Output the number of lines in the material below containing "ExactOptions" and nothing more.

Dataset entries —
##############################

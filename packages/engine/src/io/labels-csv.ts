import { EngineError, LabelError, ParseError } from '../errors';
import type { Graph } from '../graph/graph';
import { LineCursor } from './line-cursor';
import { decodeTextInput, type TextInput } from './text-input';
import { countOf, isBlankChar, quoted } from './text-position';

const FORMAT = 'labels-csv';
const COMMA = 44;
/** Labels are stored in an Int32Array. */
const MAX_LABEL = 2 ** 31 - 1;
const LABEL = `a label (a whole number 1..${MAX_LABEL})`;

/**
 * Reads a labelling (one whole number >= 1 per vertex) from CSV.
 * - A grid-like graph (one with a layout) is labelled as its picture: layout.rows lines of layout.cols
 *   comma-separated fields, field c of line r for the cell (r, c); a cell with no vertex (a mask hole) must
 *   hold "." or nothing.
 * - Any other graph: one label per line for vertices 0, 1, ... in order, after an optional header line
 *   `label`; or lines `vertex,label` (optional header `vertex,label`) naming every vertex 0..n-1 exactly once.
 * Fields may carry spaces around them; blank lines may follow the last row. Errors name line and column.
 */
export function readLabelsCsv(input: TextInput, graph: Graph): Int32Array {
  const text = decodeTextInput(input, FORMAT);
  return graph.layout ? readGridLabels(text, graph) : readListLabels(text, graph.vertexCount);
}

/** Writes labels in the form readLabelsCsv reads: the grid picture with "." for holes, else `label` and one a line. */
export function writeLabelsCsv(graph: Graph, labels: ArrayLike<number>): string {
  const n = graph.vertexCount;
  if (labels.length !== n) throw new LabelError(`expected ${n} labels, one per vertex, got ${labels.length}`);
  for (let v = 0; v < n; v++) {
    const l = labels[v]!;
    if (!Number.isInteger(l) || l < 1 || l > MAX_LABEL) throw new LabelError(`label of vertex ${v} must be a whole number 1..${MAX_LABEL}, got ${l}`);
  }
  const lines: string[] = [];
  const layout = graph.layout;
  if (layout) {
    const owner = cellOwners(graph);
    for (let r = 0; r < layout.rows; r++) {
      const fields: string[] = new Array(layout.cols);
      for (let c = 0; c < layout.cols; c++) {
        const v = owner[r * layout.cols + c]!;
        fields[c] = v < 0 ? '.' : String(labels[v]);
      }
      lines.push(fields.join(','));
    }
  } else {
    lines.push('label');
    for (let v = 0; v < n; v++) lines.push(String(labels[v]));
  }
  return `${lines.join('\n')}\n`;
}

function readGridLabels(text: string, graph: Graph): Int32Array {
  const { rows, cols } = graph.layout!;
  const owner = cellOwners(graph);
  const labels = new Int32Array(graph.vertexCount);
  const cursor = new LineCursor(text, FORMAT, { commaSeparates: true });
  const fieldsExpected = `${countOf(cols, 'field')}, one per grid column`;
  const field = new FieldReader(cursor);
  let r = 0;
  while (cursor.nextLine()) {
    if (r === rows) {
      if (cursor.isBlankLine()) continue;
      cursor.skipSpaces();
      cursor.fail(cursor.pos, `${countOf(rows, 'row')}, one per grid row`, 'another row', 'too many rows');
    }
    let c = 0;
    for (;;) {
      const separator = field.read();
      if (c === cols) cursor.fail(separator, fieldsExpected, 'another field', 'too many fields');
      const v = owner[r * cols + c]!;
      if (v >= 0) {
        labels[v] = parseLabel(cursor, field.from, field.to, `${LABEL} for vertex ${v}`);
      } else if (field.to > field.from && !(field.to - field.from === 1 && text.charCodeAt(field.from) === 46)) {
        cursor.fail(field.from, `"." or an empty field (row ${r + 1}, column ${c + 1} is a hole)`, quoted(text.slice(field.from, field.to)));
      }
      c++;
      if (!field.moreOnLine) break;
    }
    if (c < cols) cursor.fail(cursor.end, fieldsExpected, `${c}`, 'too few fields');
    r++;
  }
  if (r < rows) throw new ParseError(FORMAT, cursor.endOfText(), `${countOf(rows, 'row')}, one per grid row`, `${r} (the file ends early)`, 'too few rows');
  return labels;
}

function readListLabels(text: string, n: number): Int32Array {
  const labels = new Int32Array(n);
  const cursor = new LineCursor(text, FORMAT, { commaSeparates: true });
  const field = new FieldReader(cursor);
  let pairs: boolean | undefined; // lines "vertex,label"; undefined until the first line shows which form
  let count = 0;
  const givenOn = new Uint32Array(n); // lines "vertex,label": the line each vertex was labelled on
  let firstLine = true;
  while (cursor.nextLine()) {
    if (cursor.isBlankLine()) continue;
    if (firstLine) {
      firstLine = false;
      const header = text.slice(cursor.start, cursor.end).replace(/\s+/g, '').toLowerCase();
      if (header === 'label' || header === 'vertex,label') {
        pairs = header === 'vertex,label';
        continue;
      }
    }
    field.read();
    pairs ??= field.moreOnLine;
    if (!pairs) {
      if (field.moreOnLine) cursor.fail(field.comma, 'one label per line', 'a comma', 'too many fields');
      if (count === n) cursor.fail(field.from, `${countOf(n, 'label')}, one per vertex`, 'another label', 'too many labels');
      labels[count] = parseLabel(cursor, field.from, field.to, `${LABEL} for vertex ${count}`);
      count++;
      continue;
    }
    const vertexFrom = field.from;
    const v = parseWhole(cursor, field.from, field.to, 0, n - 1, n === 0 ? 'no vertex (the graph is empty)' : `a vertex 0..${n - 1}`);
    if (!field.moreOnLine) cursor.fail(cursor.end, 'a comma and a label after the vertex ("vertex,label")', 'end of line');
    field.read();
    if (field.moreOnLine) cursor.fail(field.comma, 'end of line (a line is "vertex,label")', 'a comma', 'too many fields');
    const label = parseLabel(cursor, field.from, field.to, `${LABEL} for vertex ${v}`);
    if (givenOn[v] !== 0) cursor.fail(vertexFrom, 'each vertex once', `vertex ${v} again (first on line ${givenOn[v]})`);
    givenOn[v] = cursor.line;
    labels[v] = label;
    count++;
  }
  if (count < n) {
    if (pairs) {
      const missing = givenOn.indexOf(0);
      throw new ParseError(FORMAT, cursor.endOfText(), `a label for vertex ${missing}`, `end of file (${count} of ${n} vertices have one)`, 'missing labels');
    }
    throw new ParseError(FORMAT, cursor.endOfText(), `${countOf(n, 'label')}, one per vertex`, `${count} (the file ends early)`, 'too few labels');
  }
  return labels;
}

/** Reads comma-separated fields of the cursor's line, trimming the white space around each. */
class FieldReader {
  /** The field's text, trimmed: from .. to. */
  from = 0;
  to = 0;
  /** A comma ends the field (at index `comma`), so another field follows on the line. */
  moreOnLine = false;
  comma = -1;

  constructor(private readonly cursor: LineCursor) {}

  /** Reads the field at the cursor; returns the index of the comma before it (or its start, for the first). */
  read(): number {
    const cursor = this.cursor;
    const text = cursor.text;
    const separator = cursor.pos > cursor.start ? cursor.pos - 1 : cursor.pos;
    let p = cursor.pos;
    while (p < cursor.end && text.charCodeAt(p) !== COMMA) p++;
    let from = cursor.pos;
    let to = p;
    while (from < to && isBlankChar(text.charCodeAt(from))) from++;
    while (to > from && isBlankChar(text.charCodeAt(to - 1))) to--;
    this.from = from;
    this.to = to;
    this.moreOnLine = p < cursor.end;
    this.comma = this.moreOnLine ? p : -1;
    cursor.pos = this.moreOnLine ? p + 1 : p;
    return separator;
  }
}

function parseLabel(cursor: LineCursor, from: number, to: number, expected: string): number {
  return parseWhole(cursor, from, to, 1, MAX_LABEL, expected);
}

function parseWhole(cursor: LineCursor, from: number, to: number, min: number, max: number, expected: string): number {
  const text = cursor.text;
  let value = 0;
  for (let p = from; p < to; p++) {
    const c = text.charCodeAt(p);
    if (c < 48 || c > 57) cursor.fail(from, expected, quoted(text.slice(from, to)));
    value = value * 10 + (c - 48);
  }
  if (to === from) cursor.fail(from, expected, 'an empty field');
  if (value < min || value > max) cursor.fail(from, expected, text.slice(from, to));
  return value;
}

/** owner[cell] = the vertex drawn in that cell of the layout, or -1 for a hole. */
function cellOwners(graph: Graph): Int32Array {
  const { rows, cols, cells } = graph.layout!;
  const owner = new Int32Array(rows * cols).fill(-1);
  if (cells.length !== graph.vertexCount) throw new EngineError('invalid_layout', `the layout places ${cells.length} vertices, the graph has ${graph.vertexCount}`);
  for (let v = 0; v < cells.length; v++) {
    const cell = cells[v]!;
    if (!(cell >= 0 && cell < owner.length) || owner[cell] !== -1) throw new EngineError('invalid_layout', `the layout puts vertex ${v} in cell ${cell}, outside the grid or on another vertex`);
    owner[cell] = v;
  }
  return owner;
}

##############################

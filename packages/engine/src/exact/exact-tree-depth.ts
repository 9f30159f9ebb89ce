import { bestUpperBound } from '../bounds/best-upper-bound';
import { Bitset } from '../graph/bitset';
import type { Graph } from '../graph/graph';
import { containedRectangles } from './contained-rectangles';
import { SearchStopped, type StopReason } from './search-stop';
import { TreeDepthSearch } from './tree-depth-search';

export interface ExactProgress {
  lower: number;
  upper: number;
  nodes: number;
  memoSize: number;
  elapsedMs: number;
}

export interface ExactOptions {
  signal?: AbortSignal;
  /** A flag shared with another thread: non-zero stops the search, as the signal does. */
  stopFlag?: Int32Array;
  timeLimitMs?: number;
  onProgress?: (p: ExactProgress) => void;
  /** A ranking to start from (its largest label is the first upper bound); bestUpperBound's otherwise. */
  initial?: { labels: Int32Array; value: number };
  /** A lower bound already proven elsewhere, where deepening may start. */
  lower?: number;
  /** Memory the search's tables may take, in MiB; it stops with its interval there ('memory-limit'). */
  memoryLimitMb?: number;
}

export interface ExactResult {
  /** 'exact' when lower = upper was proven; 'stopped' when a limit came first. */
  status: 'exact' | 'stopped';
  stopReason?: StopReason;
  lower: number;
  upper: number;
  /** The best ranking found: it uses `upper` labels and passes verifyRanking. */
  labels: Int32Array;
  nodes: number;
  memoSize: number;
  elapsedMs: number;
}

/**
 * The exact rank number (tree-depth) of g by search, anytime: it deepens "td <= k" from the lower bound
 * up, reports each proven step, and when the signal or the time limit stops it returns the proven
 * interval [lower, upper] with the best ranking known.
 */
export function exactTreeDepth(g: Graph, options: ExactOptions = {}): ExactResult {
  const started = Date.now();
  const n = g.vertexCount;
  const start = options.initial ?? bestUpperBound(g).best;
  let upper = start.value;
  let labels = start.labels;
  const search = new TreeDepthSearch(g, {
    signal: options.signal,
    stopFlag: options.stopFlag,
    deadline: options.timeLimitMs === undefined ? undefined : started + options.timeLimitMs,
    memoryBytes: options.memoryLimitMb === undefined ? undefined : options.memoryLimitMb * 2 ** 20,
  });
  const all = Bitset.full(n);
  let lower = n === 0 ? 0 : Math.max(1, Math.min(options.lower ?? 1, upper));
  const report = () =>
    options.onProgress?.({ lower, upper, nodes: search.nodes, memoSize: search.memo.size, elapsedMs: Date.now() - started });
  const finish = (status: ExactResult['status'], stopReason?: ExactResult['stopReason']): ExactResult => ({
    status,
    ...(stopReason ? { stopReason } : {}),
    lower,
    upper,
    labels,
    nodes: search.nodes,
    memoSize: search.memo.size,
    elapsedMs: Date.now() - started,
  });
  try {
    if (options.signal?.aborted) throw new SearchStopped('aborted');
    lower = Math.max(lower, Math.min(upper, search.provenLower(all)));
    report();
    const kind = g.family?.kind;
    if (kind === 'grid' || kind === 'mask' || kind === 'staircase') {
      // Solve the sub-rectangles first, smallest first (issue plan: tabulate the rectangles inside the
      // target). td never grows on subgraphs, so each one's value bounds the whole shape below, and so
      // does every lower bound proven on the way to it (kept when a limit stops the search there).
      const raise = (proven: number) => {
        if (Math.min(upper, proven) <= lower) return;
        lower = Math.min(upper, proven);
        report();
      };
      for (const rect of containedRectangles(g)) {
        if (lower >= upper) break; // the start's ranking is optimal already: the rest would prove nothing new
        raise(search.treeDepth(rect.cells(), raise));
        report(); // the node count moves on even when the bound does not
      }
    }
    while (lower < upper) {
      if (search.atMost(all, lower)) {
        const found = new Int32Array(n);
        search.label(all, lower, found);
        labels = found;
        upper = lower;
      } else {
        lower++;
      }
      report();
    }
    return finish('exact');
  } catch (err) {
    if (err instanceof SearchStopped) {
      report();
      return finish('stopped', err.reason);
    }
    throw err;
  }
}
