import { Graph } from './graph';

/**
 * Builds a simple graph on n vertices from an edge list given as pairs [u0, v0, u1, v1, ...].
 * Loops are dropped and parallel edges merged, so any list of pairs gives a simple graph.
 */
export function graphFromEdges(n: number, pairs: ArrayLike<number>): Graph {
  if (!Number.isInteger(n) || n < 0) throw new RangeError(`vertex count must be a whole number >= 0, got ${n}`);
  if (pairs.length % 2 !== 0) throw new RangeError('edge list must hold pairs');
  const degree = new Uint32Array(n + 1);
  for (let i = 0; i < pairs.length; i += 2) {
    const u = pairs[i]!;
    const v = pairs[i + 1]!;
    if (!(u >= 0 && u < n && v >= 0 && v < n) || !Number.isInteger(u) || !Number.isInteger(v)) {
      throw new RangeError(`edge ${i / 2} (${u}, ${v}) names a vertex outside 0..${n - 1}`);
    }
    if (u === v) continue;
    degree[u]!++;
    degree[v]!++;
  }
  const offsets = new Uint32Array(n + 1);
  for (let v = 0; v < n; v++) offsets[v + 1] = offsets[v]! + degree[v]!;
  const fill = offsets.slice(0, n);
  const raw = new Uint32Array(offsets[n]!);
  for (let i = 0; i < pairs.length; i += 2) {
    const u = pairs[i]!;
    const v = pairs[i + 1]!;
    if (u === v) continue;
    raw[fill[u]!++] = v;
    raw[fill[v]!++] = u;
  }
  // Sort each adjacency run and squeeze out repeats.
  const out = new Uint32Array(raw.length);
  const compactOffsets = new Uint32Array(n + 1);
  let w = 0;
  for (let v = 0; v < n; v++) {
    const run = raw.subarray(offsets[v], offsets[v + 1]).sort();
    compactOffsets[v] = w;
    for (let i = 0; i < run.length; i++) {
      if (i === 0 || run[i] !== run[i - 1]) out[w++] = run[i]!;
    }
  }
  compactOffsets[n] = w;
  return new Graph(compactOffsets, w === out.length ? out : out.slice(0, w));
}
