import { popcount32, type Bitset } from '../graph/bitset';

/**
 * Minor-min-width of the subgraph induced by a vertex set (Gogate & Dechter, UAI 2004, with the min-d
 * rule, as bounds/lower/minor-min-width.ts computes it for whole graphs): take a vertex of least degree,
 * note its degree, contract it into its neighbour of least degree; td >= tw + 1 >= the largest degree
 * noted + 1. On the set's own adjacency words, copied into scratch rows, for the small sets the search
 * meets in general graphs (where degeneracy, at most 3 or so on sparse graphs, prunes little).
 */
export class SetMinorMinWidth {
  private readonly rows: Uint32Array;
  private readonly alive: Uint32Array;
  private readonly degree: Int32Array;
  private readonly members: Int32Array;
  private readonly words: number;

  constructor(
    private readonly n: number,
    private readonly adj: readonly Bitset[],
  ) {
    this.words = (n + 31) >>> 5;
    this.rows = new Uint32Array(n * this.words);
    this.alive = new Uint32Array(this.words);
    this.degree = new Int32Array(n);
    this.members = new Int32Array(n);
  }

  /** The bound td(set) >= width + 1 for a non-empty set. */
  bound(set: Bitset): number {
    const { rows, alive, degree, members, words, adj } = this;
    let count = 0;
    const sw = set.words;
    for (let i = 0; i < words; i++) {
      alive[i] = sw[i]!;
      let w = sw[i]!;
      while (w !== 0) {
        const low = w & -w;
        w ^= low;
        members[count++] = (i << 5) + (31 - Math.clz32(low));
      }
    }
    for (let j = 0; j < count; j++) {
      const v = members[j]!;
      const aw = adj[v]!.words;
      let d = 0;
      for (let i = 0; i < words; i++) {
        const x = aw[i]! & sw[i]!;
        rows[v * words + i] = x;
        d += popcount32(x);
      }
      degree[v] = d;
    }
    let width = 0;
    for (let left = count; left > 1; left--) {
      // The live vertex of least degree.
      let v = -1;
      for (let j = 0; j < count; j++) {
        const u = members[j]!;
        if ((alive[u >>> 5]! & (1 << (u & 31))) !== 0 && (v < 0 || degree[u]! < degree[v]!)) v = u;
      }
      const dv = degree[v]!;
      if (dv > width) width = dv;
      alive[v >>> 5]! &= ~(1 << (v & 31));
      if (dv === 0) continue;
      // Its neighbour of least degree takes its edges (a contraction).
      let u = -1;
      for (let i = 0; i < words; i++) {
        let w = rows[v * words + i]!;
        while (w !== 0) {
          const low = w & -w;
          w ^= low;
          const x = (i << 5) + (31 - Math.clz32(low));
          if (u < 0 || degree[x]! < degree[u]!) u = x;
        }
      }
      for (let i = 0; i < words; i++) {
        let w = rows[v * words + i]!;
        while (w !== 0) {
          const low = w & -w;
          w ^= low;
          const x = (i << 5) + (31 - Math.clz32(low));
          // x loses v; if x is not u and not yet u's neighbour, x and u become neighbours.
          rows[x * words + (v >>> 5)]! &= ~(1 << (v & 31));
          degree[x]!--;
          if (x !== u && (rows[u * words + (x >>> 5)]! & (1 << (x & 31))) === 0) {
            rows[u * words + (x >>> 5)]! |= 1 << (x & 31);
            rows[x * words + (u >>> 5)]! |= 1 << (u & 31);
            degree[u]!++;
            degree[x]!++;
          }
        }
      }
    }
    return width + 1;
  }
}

##############################

Answer for this exercise — 2